We are thrilled to present brand new bodies of work by Leonie Barton, Kerryn Levy and Lucas Wearne. Together they create a rich tapestry where anthropomorphism, geological history and introspection intertwine, inviting viewers to explore the diverse facets of human connection and narrative interpretation.
Lucas Wearne’s Shapes of the Mind is a body of sculptural work that intricately weaves together the organic and the geometric, the tangible and the intangible, through the age-old materiality of limestone and contemporary narratives that explore abstraction and psyche. In a nuanced layering of creative expression, Wearne’s works challenge us to trace their various forms, engage with their stories, and perhaps find a reflection of our own journey.
Lucas shares: “This stone, with its tales as old as time, encapsulates narratives of ancient landscapes and beings. There’s a life in it, a breath, even before my chisel touches it. Each sculpture, imbued with this living quality, stands as a testament to both the enduring forces of nature and the ever-evolving dance of human thought.”

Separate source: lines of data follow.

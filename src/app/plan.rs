//! The plan map: landmarks and fitted curves seen along the modiolar axis, turned as the stack's
//! slice view shows them, with angle ticks and the current radial cut; a click picks the angle.

use super::doc::Doc;
use super::{Cmd, palette};
use ductline::frame::v3;
use ductline::landmarks::Kind;
use egui::{Align2, Color32, FontId, Pos2, Sense, Stroke, pos2, vec2};

pub fn plan_ui(ui: &mut egui::Ui, doc: &Doc, angle_deg: f64) -> Vec<Cmd> {
    let mut cmds = vec![];
    let side = ui.available_width().min(ui.available_height()).max(120.0);
    let (rect, resp) = ui.allocate_exact_size(vec2(ui.available_width(), side), Sense::click());
    resp.widget_info(|| egui::WidgetInfo::labeled(egui::Role::Image, true, "Plan map"));
    let painter = ui.painter_at(rect);
    painter.rect_filled(rect, 4.0, palette::PANEL_BG);
    let frame = match &doc.fitted {
        Ok(c) => Some(c.frame.clone()),
        Err(_) => ductline::landmarks::frame_from(&doc.lms.items).ok(),
    };
    let Some(frame) = frame else {
        painter.text(
            rect.center(),
            Align2::CENTER_CENTER,
            "place axis_base, axis_apex and window\nto see the plan map",
            FontId::proportional(12.0),
            Color32::GRAY,
        );
        return cmds;
    };
    // scale: the largest radius of any partition landmark
    let marks: Vec<(Kind, [f64; 3])> =
        doc.lms.items.iter().filter(|l| matches!(l.kind, Kind::Lamina | Kind::Ligament | Kind::Window)).map(|l| (l.kind, l.p)).collect();
    let rmax = marks.iter().map(|p| frame.to_cochlear(p.1)[0]).fold(1.0, f64::max) * 1.12;
    let c = rect.center();
    let k = (0.5 * rect.width().min(rect.height()) - 14.0) as f64 / rmax;
    // Drawn as the stack's slice view shows the cochlea (x right, y down), projected along the
    // modiolar axis: screen right and down are the two stack axes least along the axis, made
    // square to it, so a left and a right ear look here as they do on the slices.
    let (u, v) = screen_axes(frame.ez);
    let screen = |p: [f64; 3]| -> Pos2 {
        let d = v3::sub(p, frame.origin);
        pos2(c.x + (v3::dot(d, u) * k) as f32, c.y + (v3::dot(d, v) * k) as f32)
    };
    let at = |r: f64, a_deg: f64| -> Pos2 { screen(frame.to_stack(r, a_deg, 0.0)) };
    for tick in (0..360).step_by(30) {
        let major = tick % 90 == 0;
        let stroke = Stroke::new(if major { 1.0 } else { 0.5 }, Color32::from_gray(if major { 110 } else { 70 }));
        painter.line_segment([at(0.0, tick as f64), at(rmax, tick as f64)], stroke);
        if major {
            painter.text(at(rmax * 1.0, tick as f64), Align2::CENTER_CENTER, format!("{tick}°"), FontId::proportional(11.0), Color32::from_gray(170));
        }
    }
    for ring in 1..=((rmax as i32).max(1)) {
        painter.circle_stroke(c, (ring as f64 * k) as f32, Stroke::new(0.5, Color32::from_gray(60)));
    }
    if let Ok(cl) = &doc.fitted {
        let n = ((cl.t1 - cl.t0).to_degrees() * 2.0) as usize;
        for (kind, col) in [(Some(Kind::Lamina), palette::LAMINA), (Some(Kind::Ligament), palette::LIGAMENT), (None, palette::CENTRE)] {
            let pts: Vec<Pos2> = (0..=n)
                .map(|i| {
                    let t = cl.t0 + (cl.t1 - cl.t0) * i as f64 / n as f64;
                    let p = match kind {
                        Some(k) => cl.edge_point(k, t),
                        None => cl.point(t),
                    };
                    screen(p)
                })
                .collect();
            painter.add(egui::Shape::line(pts, Stroke::new(1.5, col)));
        }
    }
    for (kind, p) in &marks {
        super::tracing::mark(&painter, screen(*p), *kind, 1.0, false, false);
    }
    painter.line_segment([at(0.0, angle_deg), at(rmax, angle_deg)], Stroke::new(2.0, palette::CUT));
    if resp.clicked()
        && let Some(p) = resp.interact_pointer_pos()
    {
        let (x, y) = ((p.x - c.x) as f64 / k, (p.y - c.y) as f64 / k);
        let a = frame.to_cochlear(v3::axpy(v3::axpy(frame.origin, x, u), y, v))[1];
        cmds.push(Cmd::GoToAngle(a));
    }
    resp.on_hover_text("Seen along the modiolar axis, turned as the slices show it (x right, y down). Click an angle to show the radial cut there.");
    // the legend, below the map
    ui.horizontal_wrapped(|ui| {
        for (text, col) in [
            ("lamina fit", palette::LAMINA),
            ("ligament fit", palette::LIGAMENT),
            ("midline (the centreline)", palette::CENTRE),
            ("radial cut shown", palette::CUT),
        ] {
            ui.label(egui::RichText::new(format!("— {text}")).color(col).small());
        }
        ui.label(egui::RichText::new("dots and squares: landmarks · angles from the window, toward the apex").small());
    });
    cmds
}

/// Unit screen axes (right, down) for a view along `axis`: the stack's x and y axes made square
/// to it (Gram–Schmidt), or y and z, or x and z where the axis lies near x or y.
pub fn screen_axes(axis: [f64; 3]) -> ([f64; 3], [f64; 3]) {
    let e = v3::unit(axis);
    let basis = [[1.0, 0.0, 0.0], [0.0, 1.0, 0.0], [0.0, 0.0, 1.0]];
    // the two stack axes least along the axis, in x, y, z order
    let mut order: Vec<usize> = (0..3).collect();
    order.sort_by(|&a, &b| v3::dot(basis[a], e).abs().total_cmp(&v3::dot(basis[b], e).abs()));
    let (mut i, mut j) = (order[0], order[1]);
    if i > j {
        std::mem::swap(&mut i, &mut j);
    }
    let u = v3::unit(v3::axpy(basis[i], -v3::dot(basis[i], e), e));
    let w = v3::axpy(basis[j], -v3::dot(basis[j], e), e);
    let v = v3::unit(v3::axpy(w, -v3::dot(w, u), u));
    (u, v)
}
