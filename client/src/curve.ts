/**
 * The points the plot draws for one curve, from the reported times: smooth at every zoom
 * and never more than the canvas can show.
 *
 * - Between two reported times wider than a few pixels, points are added on the monotone
 *   cubic Hermite interpolant (Fritsch & Carlson 1980, with the slopes of Fritsch & Butland
 *   1984 as in Moler's pchip), so a rising limb sampled every 15 min does not show its
 *   corners when zoomed to one interval. The interpolant is monotone wherever the data are
 *   and keeps between its two points, so it invents no peak, trough or negative value.
 *   It is taken piece by piece: a time reported twice (before and after a dose event) ends
 *   a piece, since the curve's slope (or value) jumps there.
 * - When more points fall in the visible span than four per pixel column, each column keeps
 *   its first, lowest, highest and last point at their own times (M4: Jugel et al., "M4: a
 *   visualization-oriented time series data aggregation", VLDB 2014), which draws the same
 *   pixels as the whole series.
 */

/** A point of the plot; `between` marks one added by the interpolant (no tooltip shows it). */
export interface CurvePoint {
  x: number;
  y: number;
  between?: true;
}

export interface CurveView {
  /** Visible x range (plot units). */
  min: number;
  max: number;
  /** Width of the plot area in CSS pixels. */
  pixels: number;
}

/** Pixels between added points on a wide gap; about the width of the line. */
const pixelsPerPoint = 3;
/** At most this many points added in one gap (a zoom far into one step). */
const maxPerGap = 64;

/** Slopes of the shape-preserving cubic through one piece (Fritsch–Butland interior, pchip ends). */
export function pchipSlopes(x: ArrayLike<number>, y: ArrayLike<number>, from: number, to: number, out: Float64Array): void {
  const n = to - from;
  if (n < 2) {
    if (n === 1) out[from] = 0;
    return;
  }
  const h = (k: number) => x[k + 1] - x[k];
  const d = (k: number) => (y[k + 1] - y[k]) / h(k);
  if (n === 2) {
    out[from] = out[from + 1] = d(from);
    return;
  }
  for (let k = from + 1; k < to - 1; k++) {
    const d0 = d(k - 1);
    const d1 = d(k);
    if (d0 * d1 <= 0) out[k] = 0;
    else {
      const w1 = 2 * h(k) + h(k - 1);
      const w2 = h(k) + 2 * h(k - 1);
      out[k] = (w1 + w2) / (w1 / d0 + w2 / d1);
    }
  }
  const end = (h0: number, h1: number, d0: number, d1: number): number => {
    let m = ((2 * h0 + h1) * d0 - h0 * d1) / (h0 + h1);
    if (Math.sign(m) !== Math.sign(d0)) m = 0;
    else if (Math.sign(d0) !== Math.sign(d1) && Math.abs(m) > Math.abs(3 * d0)) m = 3 * d0;
    return m;
  };
  out[from] = end(h(from), h(from + 1), d(from), d(from + 1));
  out[to - 1] = end(h(to - 2), h(to - 3), d(to - 2), d(to - 3));
}

/**
 * The curve to draw: reported points (values that cannot be drawn — null, not finite, or not
 * positive on a log axis — left out), with interpolated points in gaps wider than a few
 * pixels and M4 thinning past four points per pixel column. Points outside the view are
 * dropped except the one next to each edge, so the line runs to the frame.
 */
export function curvePoints(times: ArrayLike<number>, values: ArrayLike<number | null>, log: boolean, view: CurveView, tf = 1, cf = 1): CurvePoint[] {
  const xs: number[] = [];
  const ys: number[] = [];
  for (let i = 0; i < times.length; i++) {
    const v = values[i];
    if (v === null || !Number.isFinite(v) || (log && !(v > 0))) continue;
    xs.push(times[i] * tf);
    ys.push(v * cf);
  }
  const n = xs.length;
  // The visible index range, one point beyond each edge.
  let first = 0;
  while (first < n - 1 && xs[first + 1] < view.min) first++;
  let last = n - 1;
  while (last > first && xs[last - 1] > view.max) last--;
  const span = view.max - view.min;
  const perUnit = span > 0 && view.pixels > 0 ? view.pixels / span : 0;
  const slopes = new Float64Array(n);
  const out: CurvePoint[] = [];
  let start = first;
  while (start <= last) {
    // A piece ends before a repeated time (the two rows of a dose event).
    let end = start + 1;
    while (end <= last && xs[end] !== xs[end - 1]) end++;
    pchipSlopes(xs, ys, start, end, slopes);
    for (let k = start; k < end; k++) {
      out.push({ x: xs[k], y: ys[k] });
      if (k + 1 >= end) break;
      const h = xs[k + 1] - xs[k];
      const added = Math.min(maxPerGap, Math.ceil((h * perUnit) / pixelsPerPoint) - 1);
      for (let j = 1; j <= added; j++) {
        const s = j / (added + 1);
        const s2 = s * s;
        const s3 = s2 * s;
        const y = (2 * s3 - 3 * s2 + 1) * ys[k] + (s3 - 2 * s2 + s) * h * slopes[k] + (3 * s2 - 2 * s3) * ys[k + 1] + (s3 - s2) * h * slopes[k + 1];
        out.push({ x: xs[k] + s * h, y, between: true });
      }
    }
    start = end;
  }
  return out.length > 4 * view.pixels && view.pixels > 0 ? m4(out, view) : out;
}

/** First, lowest, highest and last point of each pixel column, in their order. */
export function m4(points: CurvePoint[], view: CurveView): CurvePoint[] {
  const out: CurvePoint[] = [];
  const scale = view.pixels / (view.max - view.min);
  let i = 0;
  while (i < points.length) {
    const column = Math.floor((points[i].x - view.min) * scale);
    let j = i;
    let lo = i;
    let hi = i;
    while (j + 1 < points.length && Math.floor((points[j + 1].x - view.min) * scale) === column) {
      j++;
      if (points[j].y < points[lo].y) lo = j;
      if (points[j].y > points[hi].y) hi = j;
    }
    const keep = [...new Set([i, lo, hi, j])].sort((a, b) => a - b);
    for (const k of keep) out.push(points[k]);
    i = j + 1;
  }
  return out;
}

Leonie Barton’s Looking Out to the Block is a contemplative exploration inspired by a large limestone block located in her garden. Originally intended for a sculptural project that her physical limitations prevented, Barton turned to painting as a stationary and creative outlet. The limestone block becomes a focal point, observed through shifting natural light, its changing textures and imagined transformations inspiring a series of paintings.
Leonie says of her work: “I watch this limestone block through the window, I watch the morning sun hit its planes to glow and the afternoon cast its darkest shadows that impose shifts in shape and highlight its rough and now-wearing skin. I imagine it in different forms, what will be added or what will be taken away. In the meantime, it waits for me and emerges in the paintings, while I too wait for it.”
Kerryn Levy’s The Moon, She Calls to Her Daughters is a captivating exploration of anthropomorphic artistry, comprising sculptural vessels and wall sculptures inspired by Ley Line’s adaptation of the Brazilian folk song Ciranda. Informed by the lyrical richness of Ciranda, Levy’s work extends beyond the auditory to visually embody the inherent connection between the human body and the surrounding landscape.
“I listened to this song repeatedly as I made works in my studio,” reflects Kerryn, “and felt enticed by the vision of women being drawn to the water under the moonlight, gathering—it felt powerful, mysterious, and magical.”